Exercise prompt
Beginning with the first line, copy out each line of the material until the line containing "Ok(s.trim().to_string())" has been copied as well.

Extracted information
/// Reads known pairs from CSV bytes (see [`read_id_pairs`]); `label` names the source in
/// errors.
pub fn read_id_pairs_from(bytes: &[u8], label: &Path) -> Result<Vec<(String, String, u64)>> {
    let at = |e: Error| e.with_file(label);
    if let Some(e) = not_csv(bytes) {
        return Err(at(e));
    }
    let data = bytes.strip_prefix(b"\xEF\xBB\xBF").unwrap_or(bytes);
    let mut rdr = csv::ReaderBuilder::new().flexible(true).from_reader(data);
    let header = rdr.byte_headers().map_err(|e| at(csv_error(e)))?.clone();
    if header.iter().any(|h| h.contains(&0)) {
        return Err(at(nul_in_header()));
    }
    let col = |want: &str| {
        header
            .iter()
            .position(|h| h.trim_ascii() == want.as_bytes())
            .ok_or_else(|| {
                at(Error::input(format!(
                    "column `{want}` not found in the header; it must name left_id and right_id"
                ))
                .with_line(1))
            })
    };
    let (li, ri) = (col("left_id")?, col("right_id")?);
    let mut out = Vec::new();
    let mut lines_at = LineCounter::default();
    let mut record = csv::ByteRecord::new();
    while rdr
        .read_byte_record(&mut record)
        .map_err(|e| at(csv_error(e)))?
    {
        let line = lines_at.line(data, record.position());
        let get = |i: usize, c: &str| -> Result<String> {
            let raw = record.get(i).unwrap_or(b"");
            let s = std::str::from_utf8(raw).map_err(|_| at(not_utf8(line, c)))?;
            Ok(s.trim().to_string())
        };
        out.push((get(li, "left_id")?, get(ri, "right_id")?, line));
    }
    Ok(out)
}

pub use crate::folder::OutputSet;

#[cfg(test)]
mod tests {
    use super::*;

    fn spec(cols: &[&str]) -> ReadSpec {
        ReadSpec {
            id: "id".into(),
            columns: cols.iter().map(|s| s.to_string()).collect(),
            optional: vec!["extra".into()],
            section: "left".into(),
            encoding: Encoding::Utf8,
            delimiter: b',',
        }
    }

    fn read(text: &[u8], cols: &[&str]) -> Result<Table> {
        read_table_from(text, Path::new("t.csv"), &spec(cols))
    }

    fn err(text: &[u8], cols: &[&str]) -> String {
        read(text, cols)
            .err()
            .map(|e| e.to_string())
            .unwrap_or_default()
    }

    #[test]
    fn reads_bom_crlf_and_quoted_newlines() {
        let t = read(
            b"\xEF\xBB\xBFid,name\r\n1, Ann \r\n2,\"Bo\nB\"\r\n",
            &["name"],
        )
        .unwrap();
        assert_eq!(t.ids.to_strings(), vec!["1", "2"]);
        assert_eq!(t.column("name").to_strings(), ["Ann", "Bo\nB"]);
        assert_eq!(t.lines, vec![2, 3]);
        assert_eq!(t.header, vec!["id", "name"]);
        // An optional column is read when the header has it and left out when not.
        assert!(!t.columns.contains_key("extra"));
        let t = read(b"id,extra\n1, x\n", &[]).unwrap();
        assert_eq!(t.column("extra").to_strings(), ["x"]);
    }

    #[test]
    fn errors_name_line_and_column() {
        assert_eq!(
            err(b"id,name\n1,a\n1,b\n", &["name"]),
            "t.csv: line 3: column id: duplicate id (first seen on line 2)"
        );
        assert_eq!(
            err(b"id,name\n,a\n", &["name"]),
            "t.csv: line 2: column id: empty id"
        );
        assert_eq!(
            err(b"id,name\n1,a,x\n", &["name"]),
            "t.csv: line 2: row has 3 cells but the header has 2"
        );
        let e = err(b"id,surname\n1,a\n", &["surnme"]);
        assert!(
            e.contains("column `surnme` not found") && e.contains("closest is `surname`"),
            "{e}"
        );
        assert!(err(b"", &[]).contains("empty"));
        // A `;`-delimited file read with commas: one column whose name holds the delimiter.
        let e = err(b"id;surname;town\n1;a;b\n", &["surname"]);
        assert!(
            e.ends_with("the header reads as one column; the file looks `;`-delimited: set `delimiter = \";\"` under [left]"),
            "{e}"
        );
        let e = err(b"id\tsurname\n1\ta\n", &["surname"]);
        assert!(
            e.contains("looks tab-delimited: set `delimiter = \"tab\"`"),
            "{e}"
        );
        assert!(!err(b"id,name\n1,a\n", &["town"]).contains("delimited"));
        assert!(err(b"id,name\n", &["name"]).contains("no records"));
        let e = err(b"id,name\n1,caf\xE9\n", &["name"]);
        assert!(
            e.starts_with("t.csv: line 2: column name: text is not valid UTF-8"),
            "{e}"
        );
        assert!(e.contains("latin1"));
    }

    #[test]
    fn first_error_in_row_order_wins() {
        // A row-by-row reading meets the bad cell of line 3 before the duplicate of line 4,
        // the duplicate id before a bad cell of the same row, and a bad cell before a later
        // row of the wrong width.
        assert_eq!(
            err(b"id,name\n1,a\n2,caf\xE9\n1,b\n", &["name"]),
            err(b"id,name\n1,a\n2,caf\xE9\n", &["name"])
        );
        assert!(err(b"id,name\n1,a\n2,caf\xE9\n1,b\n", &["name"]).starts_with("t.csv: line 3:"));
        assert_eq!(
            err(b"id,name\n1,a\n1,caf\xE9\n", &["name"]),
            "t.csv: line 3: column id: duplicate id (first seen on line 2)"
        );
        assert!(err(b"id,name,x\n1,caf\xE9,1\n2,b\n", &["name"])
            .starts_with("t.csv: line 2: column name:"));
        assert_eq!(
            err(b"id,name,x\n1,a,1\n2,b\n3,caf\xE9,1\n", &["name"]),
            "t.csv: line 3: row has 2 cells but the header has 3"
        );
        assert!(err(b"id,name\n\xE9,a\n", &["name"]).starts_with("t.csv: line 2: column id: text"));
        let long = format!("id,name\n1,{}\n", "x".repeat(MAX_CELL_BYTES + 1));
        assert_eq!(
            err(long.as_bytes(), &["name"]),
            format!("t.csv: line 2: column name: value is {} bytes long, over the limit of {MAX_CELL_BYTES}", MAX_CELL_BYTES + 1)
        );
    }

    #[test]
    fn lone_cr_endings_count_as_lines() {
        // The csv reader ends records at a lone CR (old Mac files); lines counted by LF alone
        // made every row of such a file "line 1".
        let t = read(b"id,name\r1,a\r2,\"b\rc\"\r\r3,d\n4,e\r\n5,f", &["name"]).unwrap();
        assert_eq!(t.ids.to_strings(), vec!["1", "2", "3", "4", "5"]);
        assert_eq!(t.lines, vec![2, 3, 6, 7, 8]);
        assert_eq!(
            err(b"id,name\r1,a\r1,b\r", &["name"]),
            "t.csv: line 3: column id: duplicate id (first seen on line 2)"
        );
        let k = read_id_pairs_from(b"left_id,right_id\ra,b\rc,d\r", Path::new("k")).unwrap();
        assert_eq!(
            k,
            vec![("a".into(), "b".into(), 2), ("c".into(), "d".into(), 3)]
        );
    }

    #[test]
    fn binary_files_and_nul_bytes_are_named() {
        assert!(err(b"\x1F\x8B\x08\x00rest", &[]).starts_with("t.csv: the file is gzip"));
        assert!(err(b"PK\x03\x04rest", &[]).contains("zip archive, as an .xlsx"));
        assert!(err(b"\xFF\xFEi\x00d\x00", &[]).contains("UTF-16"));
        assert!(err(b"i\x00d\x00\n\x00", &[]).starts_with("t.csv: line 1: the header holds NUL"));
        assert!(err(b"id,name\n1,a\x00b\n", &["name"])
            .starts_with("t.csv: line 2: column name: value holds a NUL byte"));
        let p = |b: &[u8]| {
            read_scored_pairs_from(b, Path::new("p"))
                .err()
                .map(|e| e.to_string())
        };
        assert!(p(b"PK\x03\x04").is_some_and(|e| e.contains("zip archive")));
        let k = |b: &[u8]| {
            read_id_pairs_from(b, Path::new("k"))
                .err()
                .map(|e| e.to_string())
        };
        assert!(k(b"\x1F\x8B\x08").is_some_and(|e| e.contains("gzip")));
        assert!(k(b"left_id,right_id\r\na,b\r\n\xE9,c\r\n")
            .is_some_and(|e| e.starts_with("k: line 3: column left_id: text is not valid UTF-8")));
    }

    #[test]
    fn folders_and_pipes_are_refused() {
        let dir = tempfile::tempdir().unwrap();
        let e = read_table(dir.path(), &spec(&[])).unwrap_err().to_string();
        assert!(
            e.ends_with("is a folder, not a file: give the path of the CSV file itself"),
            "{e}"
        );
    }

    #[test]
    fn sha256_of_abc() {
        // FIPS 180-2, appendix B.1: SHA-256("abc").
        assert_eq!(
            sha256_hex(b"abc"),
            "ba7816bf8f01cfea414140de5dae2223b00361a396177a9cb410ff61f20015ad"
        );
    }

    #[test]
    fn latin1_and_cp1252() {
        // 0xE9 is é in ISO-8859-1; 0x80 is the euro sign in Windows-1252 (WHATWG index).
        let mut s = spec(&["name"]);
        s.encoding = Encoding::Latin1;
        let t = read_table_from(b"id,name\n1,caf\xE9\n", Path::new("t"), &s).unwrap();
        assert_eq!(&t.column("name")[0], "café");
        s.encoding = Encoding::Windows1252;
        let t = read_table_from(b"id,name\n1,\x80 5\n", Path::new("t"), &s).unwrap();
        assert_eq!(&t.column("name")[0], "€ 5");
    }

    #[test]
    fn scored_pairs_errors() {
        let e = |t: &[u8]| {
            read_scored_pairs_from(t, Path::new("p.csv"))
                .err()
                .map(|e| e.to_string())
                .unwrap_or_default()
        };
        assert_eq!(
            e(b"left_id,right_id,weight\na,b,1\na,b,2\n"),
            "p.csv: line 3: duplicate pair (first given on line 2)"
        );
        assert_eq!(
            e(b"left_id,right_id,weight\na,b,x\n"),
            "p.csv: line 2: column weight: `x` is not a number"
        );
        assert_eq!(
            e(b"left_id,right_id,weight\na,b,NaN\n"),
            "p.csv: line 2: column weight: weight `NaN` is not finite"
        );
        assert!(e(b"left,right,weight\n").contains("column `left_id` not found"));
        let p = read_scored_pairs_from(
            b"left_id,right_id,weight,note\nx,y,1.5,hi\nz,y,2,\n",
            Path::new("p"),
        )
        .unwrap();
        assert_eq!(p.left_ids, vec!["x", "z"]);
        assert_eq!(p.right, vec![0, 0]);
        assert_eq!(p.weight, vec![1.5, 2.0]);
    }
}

Problem solution
/// Reads known pairs from CSV bytes (see [`read_id_pairs`]); `label` names the source in
/// errors.
pub fn read_id_pairs_from(bytes: &[u8], label: &Path) -> Result<Vec<(String, String, u64)>> {
    let at = |e: Error| e.with_file(label);
    if let Some(e) = not_csv(bytes) {
        return Err(at(e));
    }
    let data = bytes.strip_prefix(b"\xEF\xBB\xBF").unwrap_or(bytes);
    let mut rdr = csv::ReaderBuilder::new().flexible(true).from_reader(data);
    let header = rdr.byte_headers().map_err(|e| at(csv_error(e)))?.clone();
    if header.iter().any(|h| h.contains(&0)) {
        return Err(at(nul_in_header()));
    }
    let col = |want: &str| {
        header
            .iter()
            .position(|h| h.trim_ascii() == want.as_bytes())
            .ok_or_else(|| {
                at(Error::input(format!(
                    "column `{want}` not found in the header; it must name left_id and right_id"
                ))
                .with_line(1))
            })
    };
    let (li, ri) = (col("left_id")?, col("right_id")?);
    let mut out = Vec::new();
    let mut lines_at = LineCounter::default();
    let mut record = csv::ByteRecord::new();
    while rdr
        .read_byte_record(&mut record)
        .map_err(|e| at(csv_error(e)))?
    {
        let line = lines_at.line(data, record.position());
        let get = |i: usize, c: &str| -> Result<String> {
            let raw = record.get(i).unwrap_or(b"");
            let s = std::str::from_utf8(raw).map_err(|_| at(not_utf8(line, c)))?;
            Ok(s.trim().to_string())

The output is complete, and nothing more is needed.